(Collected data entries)
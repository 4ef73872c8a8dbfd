"""Following an attractor along a parameter: each column starts where its neighbour ended.

A sweep goes up or down the across axis, column by column; the orbits of a column are its parameter values
times the starts. Within a column an orbit is treated as `atlas.orbits.block` says. It begins

1. at its own start in the first column of a sweep, and wherever the orbit of the same value and start in the
   column before has escaped;
2. else where that orbit stopped, run on to the beginning of a pattern and of a record. A state variable
   nearer to 0 than 2**-40 of its own start there counts as 0, as if it had underflowed;
3. at its own start after all, if what 2 says lies exactly on a repelling cycle of this column; and
4. if a variable is at 0 by underflow and the orbit is on no cycle, with that variable at 2**-40 of its own
   start: an orbit that can leave the zero does.

A variable whose own start is 0 is left alone. Nothing depends on how many workers there are: a sweep is one
task.
"""

from __future__ import annotations

from collections.abc import Callable, Iterator
from dataclasses import replace

import numpy as np
from numpy.typing import NDArray

from atlas.orbits.block import Block, Orbits
from atlas.orbits.histogram import Histogram, Progress
from atlas.orbits.orbit import Counted, OrbitCounter, Stopped
from atlas.orbits.orbit_kernels import FILLED, GONE, READY, SLOW
from atlas.orbits.schedule import Schedule
from tiles.strip import PER_COLUMN, Strip

UP, DOWN, BOTH = "up", "down", "both"
SWEEPS = {UP: (UP,), DOWN: (DOWN,), BOTH: (UP, DOWN)}
NEGLIGIBLE = 2.0**-40
COLUMNS_AT_ONCE = 64

Floats = NDArray[np.float64]


class Follower:
    """Counts the orbits of a view, each column starting where its neighbour ended.

    Parameters
    ----------
    counter : OrbitCounter
        Of the same view, rules and starts.
    direction : "up" or "down"
        Along the across axis.
    """

    def __init__(self, counter: OrbitCounter, direction: str) -> None:
        self.counter, self.direction = counter, direction

    def strips(
        self, *, width: int = COLUMNS_AT_ONCE, stop: NDArray[np.uint8] | None = None
    ) -> Iterator[Counted]:
        """Count all columns, in the order of the sweep.

        Parameters
        ----------
        width : int
            Columns of a strip; changes nothing else.
        stop : ndarray of uint8, shape (1,), optional
            When another thread sets it, the work ends early.

        Yields
        ------
        Counted
            Strips of neighbouring columns; for a sweep down the last columns come first.

        Raises
        ------
        Stopped
            When ``stop`` was set.
        """
        columns = self.counter.columns
        flag = np.zeros(1, np.uint8) if stop is None else stop
        start: Floats | None = None
        for first in range(0, columns, width):
            last = min(first + width, columns)
            low, high = (first, last) if self.direction == UP else (columns - last, columns - first)
            found = _Found(low, high, self.counter.rows)
            for column in range(low, high) if self.direction == UP else range(high - 1, low - 1, -1):
                start = self._column(column, start, found, flag)
            yield found.counted(self.counter)

    def _column(self, column: int, start: Floats | None, found: _Found, stop: NDArray[np.uint8]) -> Floats:
        """Count a column; return where the orbits of the next one begin."""
        own = self.counter.orbits(column, column + 1)
        start = own.start if start is None else start
        block = self._run(replace(own, start=start), found, stop)
        better = _better(block, start, own.start)
        if better is not None:
            block = self._run(replace(own, start=better), found, stop)
        if stop[0]:
            raise Stopped("the work was interrupted")
        found.take(column, block)
        return self._handed_on(block, own)

    def _run(self, orbits: Orbits, found: _Found, stop: NDArray[np.uint8]) -> Block:
        counter = self.counter
        found.scratch[:] = 0
        base = np.zeros(orbits.start.shape[1], np.int32)
        block = Block(counter.module, counter.rules, (counter.window,), orbits, base, found.scratch, stop)
        block.sample(block.settle())
        block.run_again()
        return block

    def _handed_on(self, block: Block, own: Orbits) -> Floats:
        """Return where orbits stand at the next beginning of a pattern and of a record."""
        samples = np.where(block.outcome == SLOW, 0, block.rules.samples - block.filled)
        done = block.transient + samples * block.rules.every
        left = -done % block.unit
        outcome = np.where(block.outcome == GONE, GONE, READY).astype(np.int8)
        for steps in np.unique(left[(left > 0) & (outcome == READY)]):
            order = np.flatnonzero((left == steps) & (outcome == READY))
            block.kernels.advance(
                block.x, *block.map, block.key, order, block.unit - steps, steps, block.bound, outcome
            )
        ended = np.where(outcome == GONE, own.start, block.x)
        return np.where(np.abs(ended) < NEGLIGIBLE * np.abs(own.start), 0.0, ended)


def _better(block: Block, start: Floats, own: Floats) -> Floats | None:
    """Return starts for a column whose orbits must not begin as their neighbours ended; None if they may."""
    moved = (start != own).any(axis=0)
    repelled = block.on_repelling & moved
    sunk = (start == 0.0) & (own != 0.0) & (block.outcome != FILLED) & moved & ~repelled
    if not repelled.any() and not sunk.any():
        return None
    return np.where(repelled, own, np.where(sunk, NEGLIGIBLE * own, start))


class _Found:
    """Room for the counts of a strip and what is known of its columns."""

    def __init__(self, first: int, last: int, rows: int) -> None:
        self.first, self.rows = first, rows
        self.scratch = np.zeros(2 * (rows + 2), np.uint32)
        self.counts = np.empty((last - first, rows), np.uint32)
        self.numbers = {name: np.zeros(last - first, np.uint64) for name in PER_COLUMN}
        self.filled = self.on_repelling = 0

    def take(self, column: int, block: Block) -> None:
        """Take over the counts of a column."""
        at, samples = column - self.first, block.rules.samples
        self.counts[at] = self.scratch[1 : self.rows + 1]
        found = {
            "exposure": block.outcome.size * samples,
            "below": self.scratch[0],
            "above": self.scratch[self.rows + 1],
            "escaped": np.count_nonzero(block.outcome == GONE) * samples,
            "unsettled": np.count_nonzero(block.outcome == SLOW) * samples,
            "collapsed": np.count_nonzero(block.again),
        }
        for name, number in found.items():
            self.numbers[name][at] = number
        self.filled += int(block.filled.sum())
        self.on_repelling += int(block.on_repelling.sum())

    def counted(self, counter: OrbitCounter) -> Counted:
        """Return the strip."""
        return Counted(Strip(self.first, self.counts, **self.numbers), self.filled, self.on_repelling)


def count_followed(
    counter: OrbitCounter, follow: str, schedule: Schedule, progress: Progress | None = None
) -> dict[str, Histogram]:
    """Count every column of a view in one sweep or in both.

    Parameters
    ----------
    counter : OrbitCounter
    follow : "up", "down" or "both"
    schedule : Schedule
        A sweep is one task; their number of workers does not change the result.
    progress : callable of int, optional
        Told of the samples of every finished strip, in the thread that counted it.

    Returns
    -------
    dict of str to Histogram
        By the direction of the sweep.
    """

    def sweep(direction: str) -> Callable[[], Histogram]:
        return lambda: swept(direction)

    def swept(direction: str) -> Histogram:
        columns = counter.columns
        counts = np.empty((columns, counter.rows), np.uint32)
        numbers = {name: np.empty(columns, np.uint64) for name in PER_COLUMN}
        filled = on_repelling = 0
        for counted in Follower(counter, direction).strips(stop=schedule.stop):
            strip = counted.strip
            counts[strip.first : strip.last] = strip.counts
            for name, array in numbers.items():
                array[strip.first : strip.last] = getattr(strip, name)
            filled += counted.filled
            on_repelling += counted.on_repelling
            if progress is not None:
                progress(len(strip.counts) * counter.exposure)
        return Histogram(Strip(0, counts, **numbers), counter.rules.samples, filled, on_repelling)

    directions = SWEEPS[follow]
    found: list[Histogram] = []
    counter.warm()
    schedule.run(map(sweep, directions), found.append)
    return dict(zip(directions, found, strict=True))
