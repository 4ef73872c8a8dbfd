"""Phase portraits: two state variables or observables of orbits, counted at one setting of the parameters.

Every start is run as several copies, so that the lanes and the workers are filled. Copy 0 is the start
itself; in every other copy each state variable is multiplied by 1 - u 2**-40 with u hashed from start, copy
and variable, so that a zero stays a zero. A start that lies exactly on a repelling cycle is not disturbed:
all its copies are the start. On a chaotic attractor of exponent L copies part within some 28 / L steps and
are as good as different orbits; on a cycle or an invariant curve they stay together, and their counts are
those of one copy, many times over. How many copies there are follows from the number of samples and of starts
alone.
"""

from __future__ import annotations

import math
from collections.abc import Mapping, Sequence
from dataclasses import dataclass, replace
from functools import cached_property
from hashlib import blake2b
from types import ModuleType

import numpy as np
from numpy.typing import NDArray

from atlas.families.map_family import Family
from atlas.orbits.block import Block, CountedAxis, Orbits, Rules
from atlas.orbits.kernel_source import kernel_source
from atlas.orbits.orbit import LANES, MOST_CELLS, Stopped
from atlas.orbits.orbit_kernels import GONE, SLOW
from atlas.orbits.setting import Setting, counted_axis, hashed
from atlas.orbits.step import StepSource, load_module, step_source
from tiles.errors import TooLarge
from tiles.number import Exact
from tiles.window import View

ORBITS, MOST_COPIES, SAMPLES_OF_A_COPY = 1024, 256, 4096
"""Orbits wanted side by side, copies of a start at most, and samples of each copy at least."""
SIDES = ("below", "above", "left", "right")
TOTALS = ("exposure", *SIDES, "escaped", "unsettled", "collapsed", "on_repelling", "filled")

Counts = NDArray[np.uint32]


@dataclass(frozen=True)
class Portrait:
    """Counts of a phase portrait.

    Attributes
    ----------
    counts : ndarray of uint32, shape (columns, rows)
        Row 0 lowest.
    totals : dict of str to int
        In samples: ``exposure``, ``left`` and ``right`` of the view, ``below`` and ``above`` between them,
        ``escaped``, ``unsettled``, and ``filled`` by exact repeats; in orbits: ``collapsed`` and
        ``on_repelling``. Inside + the four sides + escaped + unsettled = exposure.
    samples : int
        Of each start.
    copies : int
        Of each start.
    """

    counts: Counts
    totals: dict[str, int]
    samples: int
    copies: int

    @property
    def reached(self) -> float:
        """Mean counts of the occupied cells; infinite without any."""
        occupied = int(np.count_nonzero(self.counts))
        return int(self.counts.sum(dtype=np.uint64)) / occupied if occupied else math.inf

    def digest(self) -> str:
        """Return 32 hexadecimal digits of the counts and the totals, little-endian."""
        state = blake2b(digest_size=16)
        state.update(np.ascontiguousarray(self.counts, "<u4").data)
        state.update(np.array([self.totals[name] for name in TOTALS], "<u8").data)
        return state.hexdigest()

    def shares(self) -> dict[str, float | int]:
        """Return what was not counted inside, as shares of all samples, and the orbits to be told of."""
        shares: dict[str, float | int] = {
            name: self.totals[name] / self.totals["exposure"] for name in (*SIDES, "escaped", "unsettled")
        }
        shares["collapsed_orbits"] = self.totals["collapsed"]
        shares["orbits_on_repelling_start"] = self.totals["on_repelling"]
        return shares


@dataclass(frozen=True)
class Outcome:
    """What became of some of the orbits, in orbits and in samples."""

    escaped: int
    unsettled: int
    collapsed: int
    on_repelling: int
    filled: int


def copies_of(samples: int, starts: int) -> int:
    """Return as how many copies each start is run.

    Examples
    --------
    >>> copies_of(1000, 1), copies_of(1_000_000, 1), copies_of(10**8, 1), copies_of(10**8, 64)
    (1, 244, 256, 16)
    """
    return max(1, min(MOST_COPIES, -(-ORBITS // starts), samples // SAMPLES_OF_A_COPY))


def most_samples(starts: int) -> int:
    """Return the samples of each start up to which no count can overflow, however they are rounded up."""
    return max(1, ((1 << 32) - 1) // starts - MOST_COPIES)


class PortraitCounter:
    """Counts the orbits of all starts over a view of two state variables or observables.

    Parameters
    ----------
    family : Family
    view : View
        Both axes name a state variable or an observable.
    columns, rows : int
        Resolution of the view.
    rules : Rules
        ``samples`` are those of a start, rounded up to whole numbers for each of its copies;
        ``values_per_column`` says nothing here.
    set : mapping of str to Exact, optional
        Parameters that differ from the family's defaults.
    starts : sequence of mappings of str to Exact, optional
        Initial conditions; variables left out start where the family says.
    lanes : int
        Orbits that advance together; changes nothing but speed.
    """

    def __init__(
        self,
        family: Family,
        view: View,
        columns: int,
        rows: int,
        rules: Rules,
        *,
        set: Mapping[str, Exact] | None = None,
        starts: Sequence[Mapping[str, Exact]] = (),
        lanes: int = LANES,
    ) -> None:
        self.family, self.view, self.columns, self.rows = family, view, columns, rows
        self.rules, self.lanes = rules, lanes
        self.setting = Setting(family, set, starts)
        self._on_repelling: NDArray[np.bool_] | None = None
        if 2 * self.cells > MOST_CELLS:
            raise TooLarge(f"{columns} x {rows} cells are too many for a phase portrait; take fewer")

    @property
    def starts(self) -> NDArray[np.float64]:
        """Initial conditions, shape (starts, states)."""
        return self.setting.starts

    @property
    def copies(self) -> int:
        """Copies of each start."""
        return copies_of(self.rules.samples, len(self.starts))

    @property
    def samples_of_a_copy(self) -> int:
        """States counted of each copy of a start."""
        return -(-self.rules.samples // self.copies)

    @property
    def orbits(self) -> int:
        """Copies of all starts."""
        return self.copies * len(self.starts)

    @property
    def exposure(self) -> int:
        """Samples of all orbits."""
        return self.orbits * self.samples_of_a_copy

    @property
    def cells(self) -> int:
        """Cells of the view and around it."""
        return (self.columns + 2) * (self.rows + 2)

    @cached_property
    def source(self) -> StepSource:
        """The compiled map."""
        return step_source(self.family, (self.view.up.name, self.view.across.name))

    @cached_property
    def module(self) -> ModuleType:
        """The compiled kernels of the family for this view."""
        logarithmic = [axis.scale == "log" for axis in (self.view.up, self.view.across)]
        return load_module(kernel_source(self.source, logarithmic, lanes=self.lanes, every=self.rules.every))

    @cached_property
    def axes(self) -> tuple[CountedAxis, CountedAxis]:
        """The cells of ``up`` and ``across`` as kernels take them."""
        return counted_axis(self.view.up, self.rows), counted_axis(self.view.across, self.columns)

    def at(self, columns: int, rows: int, rules: Rules) -> PortraitCounter:
        """Return a counter of the same starts at another resolution and under other rules."""
        other = PortraitCounter(self.family, self.view, columns, rows, rules, lanes=self.lanes)
        other.setting = self.setting
        if "module" in self.__dict__:
            other.__dict__["module"] = self.module
        return other

    def with_samples(self, samples: int) -> PortraitCounter:
        """Return a counter that counts another number of states of each start."""
        return self.at(self.columns, self.rows, replace(self.rules, samples=samples))

    def warm(self) -> None:
        """Compile the kernels, so that a later timing or progress bar does not include it."""
        few = self.at(1, 1, replace(self.rules, transient=0, transient_limit=0, samples=1))
        few.run(0, 1, few.room()).sample(np.zeros(1, np.int64))

    def room(self) -> Counts:
        """Return zeros in which one worker counts: the cells, and as many again for lanes that idle."""
        return np.zeros(2 * self.cells, np.uint32)

    def count(
        self, first: int, last: int, counts: Counts, *, stop: NDArray[np.uint8] | None = None
    ) -> Outcome:
        """Count the orbits ``first … last - 1``, start by start, copy by copy.

        Parameters
        ----------
        first, last : int
        counts : ndarray of uint32
            From :meth:`room`, of which no other thread makes use meanwhile; the counts are added to it.
        stop : ndarray of uint8, shape (1,), optional
            When another thread sets it, the work ends early.

        Raises
        ------
        Stopped
            When ``stop`` was set.
        """
        block = self.run(first, last, counts, stop)
        if stop is not None and stop[0]:
            raise Stopped("the work was interrupted")
        gone, slow = (int((block.outcome == outcome).sum()) for outcome in (GONE, SLOW))
        return Outcome(
            escaped=gone * self.samples_of_a_copy,
            unsettled=slow * self.samples_of_a_copy,
            collapsed=int(block.again.sum()),
            on_repelling=int(block.on_repelling.sum()),
            filled=int(block.filled.sum()),
        )

    def run(self, first: int, last: int, counts: Counts, stop: NDArray[np.uint8] | None = None) -> Block:
        """Run the orbits ``first … last - 1``; return them where they stopped."""
        rules = replace(self.rules, samples=self.samples_of_a_copy)
        base = np.zeros(last - first, np.int32)
        flag = np.zeros(1, np.uint8) if stop is None else stop
        block = Block(self.module, rules, self.axes, self._orbits(first, last, flag), base, counts, flag)
        block.sample(block.settle())
        block.run_again()
        return block

    def _orbits(self, first: int, last: int, stop: NDArray[np.uint8]) -> Orbits:
        repelling = self._repelling(stop)
        start, copy = np.divmod(np.arange(first, last, dtype=np.uint64), np.uint64(self.copies))
        key = hashed(hashed(hashed(np.uint64(0) * start) ^ copy) ^ start)
        states = self.starts[start.astype(np.int64)].T.copy()
        for variable, row in enumerate(states):
            u = hashed(key ^ np.uint64(variable + 1)) >> np.uint64(11)
            factor = 1.0 - u.astype(np.float64) * 2.0**-93
            row *= np.where((copy == 0) | repelling[start.astype(np.int64)], 1.0, factor)
        return self.setting.orbits(self.module, self.source, states, key, {})

    def _repelling(self, stop: NDArray[np.uint8]) -> NDArray[np.bool_]:
        """Return whether each start lies exactly on a repelling cycle; worth nothing once ``stop`` is set."""
        if self._on_repelling is not None:
            return self._on_repelling
        number = len(self.starts)
        few = self.at(1, 1, replace(self.rules, samples=1, transient_limit=0))
        keys, base = np.zeros(number, np.uint64), np.zeros(number, np.int32)
        orbits = self.setting.orbits(self.module, self.source, self.starts.T, keys, {})
        block = Block(self.module, few.rules, few.axes, orbits, base, few.room(), stop)
        block.settle()
        if not stop[0]:
            self._on_repelling = block.on_repelling
        return block.on_repelling
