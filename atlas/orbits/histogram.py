"""The orbit histogram of a whole view, put together from blocks of columns that workers count."""

from __future__ import annotations

from collections.abc import Callable
from dataclasses import dataclass
from hashlib import blake2b

import numpy as np
from numpy.typing import NDArray

from atlas.orbits.orbit import LANES, Counted, OrbitCounter
from atlas.orbits.schedule import Schedule
from tiles.strip import PER_COLUMN, Strip

BLOCK_BYTES = 1 << 20
BLOCK_ORBITS = 1 << 14

Progress = Callable[[int], None]


@dataclass(frozen=True)
class Histogram:
    """Counts of every column of a view.

    Attributes
    ----------
    strip : Strip
        All columns.
    samples : int
        Samples of each orbit.
    filled : int
        Samples that exact repeats filled.
    on_repelling : int
        Orbits whose start lies exactly on a repelling cycle.
    """

    strip: Strip
    samples: int
    filled: int
    on_repelling: int

    def digest(self) -> str:
        """Return 32 hexadecimal digits of the counts and of what is known of each column, little-endian."""
        state = blake2b(digest_size=16)
        state.update(np.ascontiguousarray(self.strip.counts, "<u4").data)
        for name in PER_COLUMN:
            state.update(np.ascontiguousarray(getattr(self.strip, name), "<u8").data)
        return state.hexdigest()

    def shares(self) -> dict[str, float | int]:
        """Return what was not counted inside, as shares of all samples, and the orbits to be told of."""
        total = int(self.strip.exposure.sum())
        shares: dict[str, float | int] = {
            name: int(getattr(self.strip, name).sum()) / total
            for name in ("below", "above", "escaped", "unsettled")
        }
        shares["collapsed_orbits"] = int(self.strip.collapsed.sum())
        shares["orbits_on_repelling_start"] = self.on_repelling
        return shares


def block_width(counter: OrbitCounter) -> int:
    """Return how many columns a block has: enough to fill the lanes, few enough to stay in the cache."""
    full = -(-LANES // counter.orbits_per_column)
    cached = min(256, BLOCK_BYTES // (4 * (counter.rows + 2)))
    few = max(1, BLOCK_ORBITS // counter.orbits_per_column)
    return min(full * max(2, cached // full), few)


def count_histogram(counter: OrbitCounter, schedule: Schedule, progress: Progress | None = None) -> Histogram:
    """Count every column of a view.

    Parameters
    ----------
    counter : OrbitCounter
    schedule : Schedule
        The workers; their number does not change the result.
    progress : callable of int, optional
        Told of every finished block's samples, in the thread that counted it.

    Returns
    -------
    Histogram
    """
    columns = counter.columns
    counts = np.empty((columns, counter.rows), np.uint32)
    numbers: dict[str, NDArray[np.uint64]] = {name: np.empty(columns, np.uint64) for name in PER_COLUMN}
    totals = [0, 0]
    width = block_width(counter)

    def block(first: int) -> Callable[[], Counted]:
        last = min(first + width, columns)

        def count() -> Counted:
            counted = counter.count(first, last, out=counts[first:last], stop=schedule.stop)
            if progress is not None:
                progress((last - first) * counter.exposure)
            return counted

        return count

    def done(counted: Counted) -> None:
        strip = counted.strip
        for name, array in numbers.items():
            array[strip.first : strip.last] = getattr(strip, name)
        totals[0] += counted.filled
        totals[1] += counted.on_repelling

    counter.warm()
    schedule.run((block(first) for first in range(0, columns, width)), done)
    return Histogram(Strip(0, counts, **numbers), counter.rules.samples, *totals)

Prompt: From the entries above, write out only the lines starting at the line that holds "cached = min(256, BLOCK_BYTES" and ending at the line that holds "OrbitCounter, schedule: Schedule, progress: Progress", keeping both and matching them exactly.

Finished exercise:
    cached = min(256, BLOCK_BYTES // (4 * (counter.rows + 2)))
    few = max(1, BLOCK_ORBITS // counter.orbits_per_column)
    return min(full * max(2, cached // full), few)


def count_histogram(counter: OrbitCounter, schedule: Schedule, progress: Progress | None = None) -> Histogram:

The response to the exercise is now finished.